Department of Chemistry, Truman State University , 100 E. Normal Ave, Kirksville, Missouri 63501, United States.
J Chem Inf Model. 2018 Feb 26;58(2):338-349. doi: 10.1021/acs.jcim.7b00516. Epub 2018 Jan 12.
Optimizing DNA polymerases for a broad range of tasks requires an understanding of the factors influencing polymerase fidelity, but many details of polymerase behavior remain unknown, especially in the presence of mismatched nascent base pairs. Using molecular dynamics, the large fragment of Bacillus stearothermophilus DNA polymerase I is simulated in the presence of all 16 possible standard nucleoside triphosphate-template (dNTP-dN) pairs, including four Watson-Crick pairs and 12 mismatches.

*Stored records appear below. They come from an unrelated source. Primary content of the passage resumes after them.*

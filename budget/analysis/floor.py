"""When the incoherent floor alone exceeds the target: which incoherent numbers would meet it.

To first order the floor is linear in every incoherent rate (design.md §5): the depolarizing
part of each gate family grows with its error per gate r (Magesan, Gambetta, Emerson, PRL 106,
180504 (2011)), the relaxation part with t/T1 and t/T2 (the Pauli twirl of amplitude damping and
dephasing has rates (1 - e^{-t/T1})/4 and (1 - e^{-t/T2})/2 - (1 - e^{-t/T1})/4, Tomita & Svore,
PRA 90, 062320 (2014), linear in 1/T1 and 1/T2 for t ≪ T1, T2). So s = D + R splits into the
depolarizing part D and the relaxation part R (during gates and idle), and the target E is met by

- every source scaled by g = E/s: each r_f → g·r_f and every T1, T2 → T1/g, T2/g;
- gate errors alone, when R < E: r_f → g_D·r_f with g_D = (E - R)/D;
- coherence times alone, when D < E: T1, T2 → T1/g_R, T2/g_R with g_R = (E - D)/R.

These are the least improvements that meet E with perfect calibration (no room is left for
coherent errors); to leave a coherent budget B, aim the floor at E - B instead.
"""

from __future__ import annotations

import dataclasses
from dataclasses import dataclass
from typing import Any

from budget.analysis.sensitivity import quadratic_form
from budget.errors.noisy import NoisyCircuit, NoisyItem, NoisyLayer, NoisyRepeat
from budget.problems import TooLargeError


@dataclass(frozen=True)
class FamilyNeed:
    """One gate family: its part of the floor, its error per gate today and what would meet E."""

    family: str
    floor_part: float
    depolarizing_part: float
    avg_infidelity: float | None
    needed_all: float | None
    needed_alone: float | None


@dataclass(frozen=True)
class FloorRemedy:
    """What the incoherent numbers would have to be for the floor to meet the target.

    Attributes:
        target, floor: E and s.
        depolarizing, relaxation: D and R, s = D + R.
        scale_all: g = E/s, the factor on every incoherent rate.
        gates_alone: g_D, the factor on every error per gate with T1, T2 as today (None: the
            relaxation alone already exceeds E).
        coherence_alone: g_R, the factor on 1/T1 and 1/T2 with the gate errors as today (None: the
            gate errors alone already exceed E).
        families: per gate family, largest part of the floor first.
        t1_us, t2_us: today's default T1, T2 (None when the model has none).
    """

    target: float
    floor: float
    depolarizing: float
    relaxation: float
    scale_all: float
    gates_alone: float | None
    coherence_alone: float | None
    families: tuple[FamilyNeed, ...]
    t1_us: float | None
    t2_us: float | None

    def message(self) -> str:
        """One plain paragraph: what would meet the target."""
        parts = [f"to meet {self.target:g} with perfect calibration the incoherent error must shrink "
                 f"{1 / self.scale_all:.3g}x overall"]
        gates = [f"{f.family} {f.avg_infidelity:.3g} → {f.needed_all:.3g}" for f in self.families
                 if f.avg_infidelity and f.needed_all is not None]
        if gates:
            parts.append("error per gate " + ", ".join(gates[:4]))
        if self.relaxation > 0 and self.t1_us is not None:
            t2 = f", T2 {self.t2_us:g} → {self.t2_us / self.scale_all:.3g} µs" if self.t2_us is not None else ""
            parts.append(f"T1 {self.t1_us:g} → {self.t1_us / self.scale_all:.3g} µs{t2} (every qubit {1 / self.scale_all:.3g}x)")
        text = "; ".join(parts)
        if self.gates_alone is not None and self.depolarizing > 0:
            text += f"; or, with T1/T2 as today, every error per gate {1 / self.gates_alone:.3g}x smaller"
        elif self.depolarizing > 0:
            text += f"; gate errors alone cannot do it (relaxation gives {self.relaxation:.3g})"
        if self.coherence_alone is not None and self.relaxation > 0:
            text += f"; or, with gate errors as today, T1 and T2 {1 / self.coherence_alone:.3g}x longer"
        elif self.relaxation > 0:
            text += f"; longer T1/T2 alone cannot do it (gate errors give {self.depolarizing:.3g})"
        return text

    def as_json(self) -> dict:
        out = dataclasses.asdict(self)
        out["message"] = self.message()
        return out


def without_relaxation(circuit: NoisyCircuit) -> NoisyCircuit:
    """The same circuit with every T1/T2 relaxation removed (gates and idle)."""
    memo: dict[int, Any] = {}

    def walk(items: tuple[NoisyItem, ...]) -> tuple[NoisyItem, ...]:
        out = []
        for it in items:
            if id(it) not in memo:
                if isinstance(it, NoisyLayer):
                    ops = tuple(memo.setdefault(id(n), dataclasses.replace(n, relaxation=())) for n in it.operations)
                    memo[id(it)] = dataclasses.replace(it, operations=ops, idle=())
                else:
                    memo[id(it)] = NoisyRepeat(walk(it.body), it.count)
            out.append(memo[id(it)])
        return tuple(out)

    return dataclasses.replace(circuit, body=walk(circuit.body))


def floor_remedy(report: Any, model: Any, noisy: NoisyCircuit, metric: str) -> FloorRemedy | None:
    """The remedy for ``report`` (a ToleranceReport whose floor is at or above its target)."""
    s, target = report.incoherent_floor, report.target
    if s <= 0:
        return None
    try:
        depol = quadratic_form(without_relaxation(noisy), metric)
    except TooLargeError:
        return None
    d = min(depol.floor, s)
    r = s - d
    g = target / s
    families = []
    for family, part in sorted(report.floor_sources.items(), key=lambda kv: -kv[1]):
        gp = model.gates.get(family)
        rate = gp.avg_infidelity if gp is not None and gp.avg_infidelity > 0 else None
        dep = depol.floor_sources.get(family, 0.0)
        g_d = (target - r) / d if d > 0 and r < target else None
        families.append(FamilyNeed(family, part, dep, rate, rate * g if rate else None,
                                   rate * g_d if rate and g_d is not None else None))
    q = model.qubit_defaults
    return FloorRemedy(
        target=target, floor=s, depolarizing=d, relaxation=r, scale_all=g,
        gates_alone=(target - r) / d if d > 0 and r < target else None,
        coherence_alone=(target - d) / r if r > 0 and d < target else None,
        families=tuple(families), t1_us=q.t1_us, t2_us=q.t2_us,
    )
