"""Two circuits under one error model, side by side (``budget analyze A --against B``).

The usual question: is my structured circuit worse (or better) than an unstructured circuit of the
same size would be? :func:`random_counterpart` builds such a circuit: the same qubits and the same
number of each gate (with the same angles), in a random order, each single-qubit gate on a random
qubit and each two-qubit gate on one of the qubit pairs that gate already uses (so device
connectivity and per-pair error tables still apply), placed into layers as early as possible.
Coherent errors of a random circuit point in unrelated directions and mostly add in probability,
so its actual infidelity sits near the naive product; a structured circuit departs from it.
"""

from __future__ import annotations

from dataclasses import dataclass

import numpy as np

from budget.analysis.result import BudgetResult
from budget.circuit.ir import Operation, StructuredCircuit
from budget.problems import InputError

MAX_RANDOM_OPERATIONS = 200_000
"""A random counterpart is unrolled: at most this many executed operations."""


def random_counterpart(circuit: StructuredCircuit, *, seed: int) -> StructuredCircuit:
    """A random circuit with the same qubits and the same gate counts (see module docstring).

    Drawn with ``numpy.random.default_rng(seed)``; repeats of ``circuit`` are unrolled first.

    Raises:
        TooLargeError: more than :data:`MAX_RANDOM_OPERATIONS` executed operations.
        InputError: seed < 0.
    """
    from budget.graph import asap_layers, flat_operations

    if isinstance(seed, bool) or not isinstance(seed, int) or seed < 0:
        raise InputError(f"seed = {seed!r}: expected a whole number >= 0")
    ops = flat_operations(circuit, max_operations=MAX_RANDOM_OPERATIONS)
    rng = np.random.default_rng(seed)
    pairs: dict[str, list[tuple[int, ...]]] = {}
    for op in ops:
        if len(op.qubits) == 2 and op.qubits not in pairs.setdefault(op.gate, []):
            pairs[op.gate].append(op.qubits)
    placed: list[Operation] = []
    for i in rng.permutation(len(ops)):
        op = ops[int(i)]
        if len(op.qubits) == 1:
            qubits: tuple[int, ...] = (int(rng.integers(circuit.num_qubits)),)
        else:
            options = pairs[op.gate]
            qubits = options[int(rng.integers(len(options)))]
        placed.append(Operation(op.gate, qubits, op.params, label=op.label, matrix=op.matrix))
    source = f"random counterpart of {circuit.source} (seed {seed})"
    return StructuredCircuit(circuit.qubits, asap_layers(placed), circuit.measured, source)


@dataclass(frozen=True)
class Comparison:
    """Two analyses under the same error model and metric.

    Attributes:
        first: the circuit asked about.
        second: the circuit it is set against.
    """

    first: BudgetResult
    second: BudgetResult

    def __post_init__(self) -> None:
        if self.first.metric != self.second.metric:
            raise ValueError(
                f"comparison: metrics differ ({self.first.metric} vs {self.second.metric}); use one metric"
            )

    def rows(self) -> list[tuple[str, float | int | None, float | int | None]]:
        """(quantity in words, first value, second value), in reading order."""
        a, b = self.first, self.second
        return [
            ("qubits", a.qubits, b.qubits),
            ("operations executed", a.operations, b.operations),
            ("layers executed", a.layers, b.layers),
            ("fidelity product (naive)", a.naive_infidelity, b.naive_infidelity),
            (f"accumulated ({a.engine} / {b.engine})", a.actual_infidelity, b.actual_infidelity),
            ("accumulated ÷ naive", a.coherent_amplification, b.coherent_amplification),
        ] + (
            [("Pauli-twirled variant", a.twirled_infidelity, b.twirled_infidelity)]
            if a.twirled_infidelity is not None or b.twirled_infidelity is not None
            else []
        )

    @property
    def ratio(self) -> float | None:
        """first actual ÷ second actual (None when the second is 0)."""
        if self.second.actual_infidelity <= 0:
            return None
        return self.first.actual_infidelity / self.second.actual_infidelity

    def to_dict(self) -> dict:
        """The second analysis in full plus the ratio, for ``"against"`` in the JSON output."""
        return {"result": self.second.to_dict(), "actual_ratio": self.ratio}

The precatalytic steps of nucleotide addition from nucleotide insertion to immediately preceding catalysis are explored using three starting structures representing different stages of nucleotide addition. From these simulations, interactions between dNTPs and the DNA-protein complex formed by the polymerase are elucidated. Patterns of large-scale conformational shifts, classification of nucleotide pairs based on composition, and investigation of the roles of residues interacting with dNTPs are completed on 50+ μs of simulation. The role of molecular dynamics in studies of polymerase behavior is discussed.
优化适用于广泛任务的 DNA 聚合酶需要了解影响聚合酶保真度的因素,但聚合酶行为的许多细节仍然未知,尤其是在存在错配的新生碱基对的情况下。使用分子动力学,模拟了嗜热脂肪芽孢杆菌 DNA 聚合酶 I 的大片段在存在所有 16 种可能的标准核苷三磷酸-模板(dNTP-dN)对的情况下的行为,包括四个 Watson-Crick 对和 12 个错配。通过使用代表核苷酸添加不同阶段的三个起始结构,探索了从核苷酸插入到催化前的核苷酸添加的预催化步骤。从这些模拟中,阐明了 dNTP 与聚合酶形成的 DNA-蛋白质复合物之间的相互作用。基于组成对核苷酸对进行分类,并研究与 dNTP 相互作用的残基的作用等大规模构象变化模式完成了 50+μs 的模拟。讨论了分子动力学在聚合酶行为研究中的作用。